В рамках Google Summer of Code 2025 планируется реализовать механизм, подобный Linux namespaces, используя bubblewrap. Проект фокусируется на двух типах namespace: UTS (для управления именем хоста) и mount (для изоляции файловых систем). Реализация будет использовать системные вызовы unshare или clone, а в ядре NetBSD - подсистему kauth для управления авторизацией и жизненным циклом credential. Это позволит не только добавить изоляцию приложений, но и улучшить совместимость с Linux-бинарниками через существующий compat_linux.

• Bubblewrap — основа песочницы Flatpak, используется для изоляции приложений (например, Claude Code/Codex/Gemini CLI) с контролем доступа к системе.
• NetBSD выделяется полной бит-в-бит воспроизводимостью бинарников и вендорингом GCC, что обеспечивает воспроизводимость всей цепочки инструментов; Golang также обеспечивает воспроизводимость реестра пакетов.
• Полные окружения рабочего стола (labwc, KWin, Plasma) могут запускаться через bwrap с привязкой устройств и временных файлов, с возможностью ограничения доступа.
• Sandbox-инструменты (bubblewrap, firejail) имеют ограничения в Linux, особенно на десктопе; AppArmor предлагает профили с автоматическим определением разрешений.
• Guix и FreeBSD (v15) также рассматриваются в контексте воспроизводимости сборок и безопасности.

Проект smolBSD позволяет создавать минималистичные BSD-образные операционные системы, собирая их из необходимых компонентов, прямо как конструктор. В основе — микроядро NetBSD, которое загружается буквально за миллисекунды. Пользователи могут добавлять только нужные сервисы, например, SSH или веб-сервер, и получать готовый к использованию образ.

Процесс сборки полностью автоматизирован: достаточно указать нужный сервис в конфигурации, и система сама скачает необходимые пакеты, соберёт образ и подготовит его к запуску. Результат — это минималистичный, но полностью функциональный экземпляр ОС, готовый к работе на любом совместимом железе или в виртуальной среде.

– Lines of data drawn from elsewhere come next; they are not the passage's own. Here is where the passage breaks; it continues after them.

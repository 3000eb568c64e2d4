import { type Surface } from '#geometry/shapes/cst.ts';
import { type Shape } from '#geometry/shapes/shape.ts';

/** The points of a section that can be taken hold of. A weight handle is named by surface and index. */
export type HandleId =
  'camber' | 'thickness-upper' | 'thickness-lower' | 'nose' | 'edge' | `${Surface}-${number}`;

/** The handles that a shape has, in reading order: nose first, then along the upper and the lower surface. */
export function handleIds(shape: Shape): HandleId[] {
  if (shape.kind === 'naca4') return ['nose', 'camber', 'thickness-upper', 'thickness-lower', 'edge'];
  const weights = (surface: Surface) => shape[surface].map((_, index): HandleId => `${surface}-${index}`);
  return ['nose', ...weights('upper'), ...weights('lower'), 'edge'];
}

/** Surface and index of a weight handle, null for the other handles. */
export function weightOf(handle: HandleId): { surface: Surface; index: number } | null {
  const match = /^(upper|lower)-(\d+)$/.exec(handle);
  if (!match) return null;
  return { surface: match[1] === 'upper' ? 'upper' : 'lower', index: Number(match[2]) };
}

Главная фишка — скорость. Благодаря минимализму, системы на базе smolBSD загружаются практически мгновенно. Это делает их идеальными для edge-устройств, контейнеров или любых сценариев, где важна каждая миллисекунда.

Проект полностью открытый, и его уже можно свободно тестировать и использовать.

• Проект SmolBSD — это минималистичная сборка NetBSD, предназначенная для запуска внутри microVM (Firecracker) и контейнеров.
• Участники обсуждения отметили, что SmolBSD демонстрирует высокую скорость загрузки и минимальные требования к ресурсам, что делает его привлекательным для использования в качестве базового образа для контейнеров и микро-виртуализации.
• Некоторые участники выразили интерес к сравнению SmolBSD с другими минималистичными решениями, такими как FreeBSD и NanoBSD, а также к обсуждению того, какие именно преимущества предоставляет SmolBSD по сравнению с ними.
• Также было упомянуто, что SmolBSD может быть полезен для создания минималистичных образов для контейнеров и микро-виртуализации, и что он может быть использован как альтернатива для таких решений, как Talos или Flatcar Linux.